# Exercise goal
If a line in the entries contains the string "description", include that line in your answer.

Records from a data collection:

══════════

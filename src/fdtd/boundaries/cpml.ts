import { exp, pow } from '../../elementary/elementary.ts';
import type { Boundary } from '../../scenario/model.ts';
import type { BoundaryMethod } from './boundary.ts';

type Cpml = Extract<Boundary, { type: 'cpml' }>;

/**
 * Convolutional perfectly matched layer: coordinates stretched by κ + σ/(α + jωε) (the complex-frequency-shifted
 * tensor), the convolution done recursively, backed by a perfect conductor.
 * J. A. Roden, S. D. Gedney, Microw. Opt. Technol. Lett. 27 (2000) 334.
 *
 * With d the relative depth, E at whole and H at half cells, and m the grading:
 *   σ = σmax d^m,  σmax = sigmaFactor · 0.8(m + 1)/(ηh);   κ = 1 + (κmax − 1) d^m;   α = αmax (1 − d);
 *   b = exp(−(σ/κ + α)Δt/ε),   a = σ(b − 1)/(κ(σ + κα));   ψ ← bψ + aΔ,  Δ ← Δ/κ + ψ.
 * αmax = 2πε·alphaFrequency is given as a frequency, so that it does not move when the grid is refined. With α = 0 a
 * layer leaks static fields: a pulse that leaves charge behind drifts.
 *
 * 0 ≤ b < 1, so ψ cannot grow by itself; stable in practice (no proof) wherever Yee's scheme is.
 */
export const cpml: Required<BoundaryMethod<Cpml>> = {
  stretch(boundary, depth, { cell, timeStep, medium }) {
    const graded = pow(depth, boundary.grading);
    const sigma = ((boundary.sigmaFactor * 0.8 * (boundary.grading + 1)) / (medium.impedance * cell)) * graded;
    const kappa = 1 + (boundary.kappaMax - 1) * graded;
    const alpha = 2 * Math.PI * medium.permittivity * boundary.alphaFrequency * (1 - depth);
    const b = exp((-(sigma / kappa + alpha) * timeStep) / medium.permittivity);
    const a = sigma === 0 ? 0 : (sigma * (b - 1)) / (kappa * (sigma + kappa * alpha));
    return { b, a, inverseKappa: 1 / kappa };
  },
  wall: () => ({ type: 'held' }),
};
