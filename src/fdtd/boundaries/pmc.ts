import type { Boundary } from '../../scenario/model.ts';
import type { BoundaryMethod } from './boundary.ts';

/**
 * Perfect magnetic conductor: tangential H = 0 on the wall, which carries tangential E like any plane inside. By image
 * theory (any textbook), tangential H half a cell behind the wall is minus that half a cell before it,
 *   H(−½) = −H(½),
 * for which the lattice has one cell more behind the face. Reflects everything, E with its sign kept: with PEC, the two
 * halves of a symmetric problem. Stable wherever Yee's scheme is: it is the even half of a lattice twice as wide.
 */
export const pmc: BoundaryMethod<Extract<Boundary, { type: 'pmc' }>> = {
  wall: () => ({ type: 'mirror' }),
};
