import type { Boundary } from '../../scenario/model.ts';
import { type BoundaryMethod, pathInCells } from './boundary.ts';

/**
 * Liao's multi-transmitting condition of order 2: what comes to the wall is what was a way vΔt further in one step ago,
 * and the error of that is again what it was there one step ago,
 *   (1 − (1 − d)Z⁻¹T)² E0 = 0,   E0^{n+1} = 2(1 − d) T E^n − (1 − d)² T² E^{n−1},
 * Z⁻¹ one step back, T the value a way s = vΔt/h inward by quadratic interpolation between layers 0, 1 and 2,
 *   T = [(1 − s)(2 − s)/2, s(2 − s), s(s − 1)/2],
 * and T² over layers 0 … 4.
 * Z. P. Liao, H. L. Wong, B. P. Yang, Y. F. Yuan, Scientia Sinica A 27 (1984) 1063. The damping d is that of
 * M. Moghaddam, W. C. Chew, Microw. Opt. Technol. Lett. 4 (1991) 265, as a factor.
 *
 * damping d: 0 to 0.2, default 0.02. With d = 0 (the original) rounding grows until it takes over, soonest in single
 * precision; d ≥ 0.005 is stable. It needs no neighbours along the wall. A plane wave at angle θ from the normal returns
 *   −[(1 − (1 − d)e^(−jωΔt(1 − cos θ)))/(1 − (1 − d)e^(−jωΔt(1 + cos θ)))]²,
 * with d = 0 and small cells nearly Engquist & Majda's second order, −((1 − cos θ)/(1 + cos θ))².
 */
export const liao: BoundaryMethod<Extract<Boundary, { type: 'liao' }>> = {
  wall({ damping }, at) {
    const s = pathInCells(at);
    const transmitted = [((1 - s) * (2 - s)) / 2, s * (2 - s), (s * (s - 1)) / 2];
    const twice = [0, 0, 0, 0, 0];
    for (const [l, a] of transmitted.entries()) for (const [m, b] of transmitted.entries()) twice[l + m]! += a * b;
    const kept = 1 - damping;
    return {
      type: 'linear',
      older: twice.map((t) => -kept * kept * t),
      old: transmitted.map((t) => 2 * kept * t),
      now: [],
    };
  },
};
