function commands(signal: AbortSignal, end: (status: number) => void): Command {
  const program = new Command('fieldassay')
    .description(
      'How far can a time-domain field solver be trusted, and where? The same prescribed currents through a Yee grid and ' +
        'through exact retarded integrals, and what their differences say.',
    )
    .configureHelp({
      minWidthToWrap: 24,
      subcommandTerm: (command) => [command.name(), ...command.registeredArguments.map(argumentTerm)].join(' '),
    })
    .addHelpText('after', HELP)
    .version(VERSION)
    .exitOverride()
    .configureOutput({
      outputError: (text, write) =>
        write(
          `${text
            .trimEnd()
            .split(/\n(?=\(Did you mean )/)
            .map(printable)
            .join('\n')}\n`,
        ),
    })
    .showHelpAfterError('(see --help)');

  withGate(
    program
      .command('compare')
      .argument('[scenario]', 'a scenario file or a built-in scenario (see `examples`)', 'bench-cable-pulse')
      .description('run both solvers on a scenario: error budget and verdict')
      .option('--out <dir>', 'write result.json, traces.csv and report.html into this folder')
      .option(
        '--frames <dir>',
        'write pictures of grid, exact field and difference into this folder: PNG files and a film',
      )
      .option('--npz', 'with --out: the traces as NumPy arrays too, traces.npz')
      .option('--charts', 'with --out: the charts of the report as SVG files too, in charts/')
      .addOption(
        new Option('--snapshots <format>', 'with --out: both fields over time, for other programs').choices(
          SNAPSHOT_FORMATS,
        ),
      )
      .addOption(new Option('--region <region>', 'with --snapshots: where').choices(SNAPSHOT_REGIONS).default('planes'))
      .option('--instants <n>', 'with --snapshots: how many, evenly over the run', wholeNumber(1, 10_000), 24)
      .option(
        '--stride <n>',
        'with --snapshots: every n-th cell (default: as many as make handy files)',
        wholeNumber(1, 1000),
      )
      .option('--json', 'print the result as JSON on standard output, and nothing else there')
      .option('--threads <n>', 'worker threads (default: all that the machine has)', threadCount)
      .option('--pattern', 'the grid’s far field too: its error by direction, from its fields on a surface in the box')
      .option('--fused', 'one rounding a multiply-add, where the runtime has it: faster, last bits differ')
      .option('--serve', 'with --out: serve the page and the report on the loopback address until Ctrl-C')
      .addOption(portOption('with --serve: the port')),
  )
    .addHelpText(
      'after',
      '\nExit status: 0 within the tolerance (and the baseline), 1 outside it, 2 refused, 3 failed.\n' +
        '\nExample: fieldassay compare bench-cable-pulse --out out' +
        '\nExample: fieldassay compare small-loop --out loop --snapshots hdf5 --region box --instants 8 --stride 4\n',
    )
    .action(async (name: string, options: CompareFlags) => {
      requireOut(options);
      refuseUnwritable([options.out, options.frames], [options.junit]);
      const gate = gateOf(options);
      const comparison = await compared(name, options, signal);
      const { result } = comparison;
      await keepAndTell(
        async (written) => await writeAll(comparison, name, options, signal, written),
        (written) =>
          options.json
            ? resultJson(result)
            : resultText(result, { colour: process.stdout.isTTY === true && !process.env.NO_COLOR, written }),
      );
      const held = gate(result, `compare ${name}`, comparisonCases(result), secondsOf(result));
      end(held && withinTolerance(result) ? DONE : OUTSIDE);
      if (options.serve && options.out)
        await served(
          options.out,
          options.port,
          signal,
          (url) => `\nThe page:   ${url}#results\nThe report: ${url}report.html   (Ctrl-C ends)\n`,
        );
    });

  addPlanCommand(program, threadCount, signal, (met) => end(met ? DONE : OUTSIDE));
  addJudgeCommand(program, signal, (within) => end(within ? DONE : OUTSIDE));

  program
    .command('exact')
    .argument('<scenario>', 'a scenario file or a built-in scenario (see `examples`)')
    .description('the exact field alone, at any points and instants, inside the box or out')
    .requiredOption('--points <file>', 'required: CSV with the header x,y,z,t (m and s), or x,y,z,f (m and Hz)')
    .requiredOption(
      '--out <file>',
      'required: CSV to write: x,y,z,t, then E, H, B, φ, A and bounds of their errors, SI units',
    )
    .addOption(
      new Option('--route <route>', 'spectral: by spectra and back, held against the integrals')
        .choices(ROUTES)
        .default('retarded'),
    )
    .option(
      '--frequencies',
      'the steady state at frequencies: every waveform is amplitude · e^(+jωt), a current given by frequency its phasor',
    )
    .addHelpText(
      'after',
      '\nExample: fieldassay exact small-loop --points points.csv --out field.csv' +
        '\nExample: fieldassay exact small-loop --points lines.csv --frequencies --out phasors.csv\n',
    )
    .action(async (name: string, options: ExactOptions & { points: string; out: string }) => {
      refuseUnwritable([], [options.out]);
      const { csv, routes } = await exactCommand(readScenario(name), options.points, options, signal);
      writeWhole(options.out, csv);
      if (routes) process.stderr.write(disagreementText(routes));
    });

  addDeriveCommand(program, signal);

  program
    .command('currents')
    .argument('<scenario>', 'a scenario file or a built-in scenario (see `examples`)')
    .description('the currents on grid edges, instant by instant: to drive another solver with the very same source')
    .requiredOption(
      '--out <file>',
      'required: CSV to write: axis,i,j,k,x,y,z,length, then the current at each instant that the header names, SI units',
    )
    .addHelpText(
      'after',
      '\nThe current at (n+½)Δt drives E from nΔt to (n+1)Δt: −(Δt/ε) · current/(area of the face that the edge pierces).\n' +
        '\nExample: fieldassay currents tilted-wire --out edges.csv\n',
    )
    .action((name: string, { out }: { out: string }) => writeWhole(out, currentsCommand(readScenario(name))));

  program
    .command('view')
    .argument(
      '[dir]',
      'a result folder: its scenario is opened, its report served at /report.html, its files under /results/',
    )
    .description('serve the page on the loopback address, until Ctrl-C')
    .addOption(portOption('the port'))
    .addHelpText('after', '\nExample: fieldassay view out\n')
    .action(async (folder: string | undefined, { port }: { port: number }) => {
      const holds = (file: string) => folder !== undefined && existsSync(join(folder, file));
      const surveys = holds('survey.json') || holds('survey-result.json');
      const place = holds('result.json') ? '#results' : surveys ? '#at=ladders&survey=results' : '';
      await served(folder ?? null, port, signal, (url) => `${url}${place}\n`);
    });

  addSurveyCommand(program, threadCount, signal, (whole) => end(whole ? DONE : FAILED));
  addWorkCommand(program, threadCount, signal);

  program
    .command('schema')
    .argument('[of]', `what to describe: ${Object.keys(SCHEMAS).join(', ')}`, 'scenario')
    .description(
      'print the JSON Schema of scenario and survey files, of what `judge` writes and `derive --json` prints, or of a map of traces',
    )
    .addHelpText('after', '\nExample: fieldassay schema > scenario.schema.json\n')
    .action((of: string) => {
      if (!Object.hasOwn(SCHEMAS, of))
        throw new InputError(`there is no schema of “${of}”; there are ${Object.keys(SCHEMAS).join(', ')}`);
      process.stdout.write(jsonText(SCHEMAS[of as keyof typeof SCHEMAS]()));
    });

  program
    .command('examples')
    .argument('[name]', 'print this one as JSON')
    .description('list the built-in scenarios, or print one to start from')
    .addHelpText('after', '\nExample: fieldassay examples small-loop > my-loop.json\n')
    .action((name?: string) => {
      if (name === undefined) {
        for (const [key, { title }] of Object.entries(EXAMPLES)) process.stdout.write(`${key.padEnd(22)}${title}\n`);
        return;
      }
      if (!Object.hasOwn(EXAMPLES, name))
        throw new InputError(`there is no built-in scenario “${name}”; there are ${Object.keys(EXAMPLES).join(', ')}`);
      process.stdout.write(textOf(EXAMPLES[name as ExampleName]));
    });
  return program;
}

══════════

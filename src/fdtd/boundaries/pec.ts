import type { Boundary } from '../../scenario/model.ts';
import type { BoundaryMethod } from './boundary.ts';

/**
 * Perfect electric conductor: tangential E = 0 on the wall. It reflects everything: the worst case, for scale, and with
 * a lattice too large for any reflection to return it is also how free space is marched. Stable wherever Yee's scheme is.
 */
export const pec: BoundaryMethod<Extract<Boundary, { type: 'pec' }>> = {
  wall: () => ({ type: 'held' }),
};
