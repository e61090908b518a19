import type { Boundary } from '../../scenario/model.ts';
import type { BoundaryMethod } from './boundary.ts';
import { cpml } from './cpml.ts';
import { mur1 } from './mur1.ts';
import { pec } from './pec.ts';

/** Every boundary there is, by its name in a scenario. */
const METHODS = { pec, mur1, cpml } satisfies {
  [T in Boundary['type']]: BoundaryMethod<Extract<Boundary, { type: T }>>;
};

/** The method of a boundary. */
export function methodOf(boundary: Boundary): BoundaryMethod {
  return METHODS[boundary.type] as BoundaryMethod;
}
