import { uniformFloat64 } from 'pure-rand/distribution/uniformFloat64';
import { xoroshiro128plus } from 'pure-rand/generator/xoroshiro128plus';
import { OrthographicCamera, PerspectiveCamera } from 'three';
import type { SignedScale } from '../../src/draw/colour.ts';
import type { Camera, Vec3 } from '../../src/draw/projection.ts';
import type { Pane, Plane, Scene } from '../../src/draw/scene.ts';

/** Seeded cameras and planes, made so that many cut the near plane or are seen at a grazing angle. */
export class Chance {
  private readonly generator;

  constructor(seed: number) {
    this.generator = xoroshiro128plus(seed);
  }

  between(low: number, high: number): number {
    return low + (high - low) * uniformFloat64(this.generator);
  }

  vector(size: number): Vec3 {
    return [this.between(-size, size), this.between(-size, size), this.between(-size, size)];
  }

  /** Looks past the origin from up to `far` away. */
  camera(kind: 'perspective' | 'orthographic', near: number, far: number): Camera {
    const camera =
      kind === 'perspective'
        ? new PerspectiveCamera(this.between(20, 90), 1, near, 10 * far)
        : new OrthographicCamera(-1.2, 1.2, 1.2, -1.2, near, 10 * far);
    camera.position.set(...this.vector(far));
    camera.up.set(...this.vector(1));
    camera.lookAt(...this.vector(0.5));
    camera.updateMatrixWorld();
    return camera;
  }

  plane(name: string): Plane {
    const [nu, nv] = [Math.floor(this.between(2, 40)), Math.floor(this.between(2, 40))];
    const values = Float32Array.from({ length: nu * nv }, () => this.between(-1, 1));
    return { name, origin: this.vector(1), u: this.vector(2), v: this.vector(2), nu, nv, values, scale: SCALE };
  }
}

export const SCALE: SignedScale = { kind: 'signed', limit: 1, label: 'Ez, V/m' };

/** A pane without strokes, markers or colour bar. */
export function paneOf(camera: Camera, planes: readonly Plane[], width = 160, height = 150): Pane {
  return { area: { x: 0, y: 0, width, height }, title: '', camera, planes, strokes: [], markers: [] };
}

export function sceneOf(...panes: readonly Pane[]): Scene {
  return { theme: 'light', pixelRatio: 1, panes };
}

══════════

# Answer area
    .description(
      .description('run both solvers on a scenario: error budget and verdict')
    .description('the exact field alone, at any points and instants, inside the box or out')
    .description('the currents on grid edges, instant by instant: to drive another solver with the very same source')
    .description('serve the page on the loopback address, until Ctrl-C')
    .description(
    .description('list the built-in scenarios, or print one to start from')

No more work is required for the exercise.